# 4x4 problem



## Colton browning (Jan 18, 2021)

I have a 09 thundercat 1000 im new to ATV's and when i try and put it into 4x4 it wont engage i tried it mutiple times and it did not work. The last time i tried it it went into 4x4 but i could not get it to disengage. Any ideas on what could be the issue?


----------



## NMKawierider (Apr 11, 2009)

Actuator or slide/coupler problem. Change the oil. Sometimes fresh oil makes it work smoothly again.


----------



## Colton browning (Jan 18, 2021)

So today i changed out the fluid in my front end i drove it to warm it up and when i sped up to about 25 and the Let the machine slow down by itself i heard a metallic clink sound in the front it did it about 2 or 3 times.
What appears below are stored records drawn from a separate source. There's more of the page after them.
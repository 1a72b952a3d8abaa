/**
 * PostgreSQL going away under a serving app: requests answer 503 JSON instead of hanging or
 * crashing the process, and the app recovers on its own when the database comes back. Uses a
 * throwaway cluster of its own so the shared test database is never stopped.
 */
import { afterAll, beforeAll, describe, expect, it } from 'vitest';
import { mkdtempSync, rmSync } from 'node:fs';
import { tmpdir } from 'node:os';
import { join } from 'node:path';
import { freePort, startCluster, stopCluster } from '../../scripts/lib/postgres.mjs';
import { createSequelize } from '../../server/db/sequelize.ts';
import { migrate } from '../../server/db/migrate.ts';
import { PASSWORD, chestSpec, signUp, startApi, type Api, type Client } from './support/api.ts';

let base: string;
let dataDir: string;
let port: number;
let api: Api;
let designer: Client;
let designId: string;

beforeAll(async () => {
  base = mkdtempSync(join(tmpdir(), 'casewright-faults-'));
  dataDir = join(base, 'pg');
  port = await freePort();
  const cluster = await startCluster({ dataDir, port, durable: false, database: 'casewright_faults' });
  const sequelize = createSequelize(cluster.url);
  await migrate(sequelize);
  await sequelize.close();
  api = await startApi({ DATABASE_URL: cluster.url, DB_TIMEOUT_MS: '1000' });
  designer = await signUp(api.app, 'faults');
  const workshopId = (await designer.post('/api/workshops', { name: 'Fault shop' })).body.id;
  designId = (await designer.post(`/api/workshops/${workshopId}/designs`, { title: 'Outage chest', spec: chestSpec() })).body.id;
}, 120_000);

afterAll(async () => {
  await api?.close();
  stopCluster(dataDir);
  rmSync(base, { recursive: true, force: true });
});

async function eventually(check: () => Promise<boolean>, attempts = 60): Promise<boolean> {
  for (let i = 0; i < attempts; i++) {
    if (await check()) return true;
    await new Promise((resolve) => setTimeout(resolve, 250));
  }
  return false;
}

describe('a database outage', () => {
  it('answers 503 JSON while PostgreSQL is down, and recovers by itself when it is back', async () => {
    expect((await designer.get(`/api/designs/${designId}`)).status).toBe(200);

    stopCluster(dataDir);

    const read = await designer.get(`/api/designs/${designId}`);
    expect(read.status).toBe(503);
    expect(read.headers['content-type']).toMatch(/json/);
    expect(read.body.error.code).toBe('database_unavailable');

    const write = await designer.post(`/api/designs/${designId}/revisions`, { baseRevision: 1, spec: chestSpec({ width: 1100 }) });
    expect(write.status).toBe(503);
    expect(write.body.error.code).toBe('database_unavailable');

    const signIn = await designer.post('/api/auth/login', { email: designer.user!.email, password: PASSWORD });
    expect(signIn.status).toBe(503);

    expect((await designer.get('/api/health')).status).toBe(503);

    await startCluster({ dataDir, port, durable: false, database: 'casewright_faults' });

    // The same app, never restarted: its pools reconnect on their own.
    expect(await eventually(async () => (await designer.get(`/api/designs/${designId}`)).status === 200)).toBe(true);
    const saved = await designer.post(`/api/designs/${designId}/revisions`, { baseRevision: 1, spec: chestSpec({ width: 1100 }) });
    expect(saved.status).toBe(201);
    expect(saved.body.number).toBe(2);
  });
});
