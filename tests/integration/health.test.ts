import { afterAll, describe, expect, it } from 'vitest';
import request from 'supertest';
import { buildTestApp } from '../support/testApp.ts';

const ctx = buildTestApp();
afterAll(() => ctx.close());

describe('GET /api/health', () => {
  it('reports the database as up with a measured latency', async () => {
    const res = await request(ctx.app).get('/api/health');
    expect(res.status).toBe(200);
    expect(res.body.status).toBe('ok');
    expect(res.body.database.state).toBe('up');
    expect(res.body.database.latencyMs).toBeGreaterThanOrEqual(0);
  });
});

describe('unknown /api routes', () => {
  it('answer 404 in the JSON error shape', async () => {
    const res = await request(ctx.app).get('/api/no-such-thing');
    expect(res.status).toBe(404);
    expect(res.headers['content-type']).toMatch(/json/);
    expect(res.body.error.code).toBe('not_found');
    expect(res.body.error.message).toContain('/api/no-such-thing');
  });
});

describe('the database being unreachable', () => {
  it('turns health into a 503 JSON answer instead of a hang', async () => {
    // A port nothing listens on: the same app code against a database that is down.
    const down = buildTestApp({ DATABASE_URL: 'postgres://postgres:x@127.0.0.1:9/nothing' });
    const res = await request(down.app).get('/api/health');
    await down.close();
    expect(res.status).toBe(503);
    expect(res.body.database.state).toBe('down');
    expect(res.body.error.code).toBe('database_unavailable');
  });
});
When i went and tried out the 4wd it worked like it took 2 tries to go into 4wd then i flipped it back to 2wd and it felt like it came out. I went and tried the 4wd again and gave it some gas it clunked in the front end. Not sure whats going on with it.


----------



## NMKawierider (Apr 11, 2009)

Sounds like the slide isn't fully moving in or out and the dogs are clipping the ends. Bet the pin on the end of the actuator is bent. Pull it and see. Once off yoy can also move the coupler/slide by hand to see if it's smooth.


----------



## Colton browning (Jan 18, 2021)

I had my dad ride it and he put it into 4x4 and he didnt have any of if happen this machine is confusing me


----------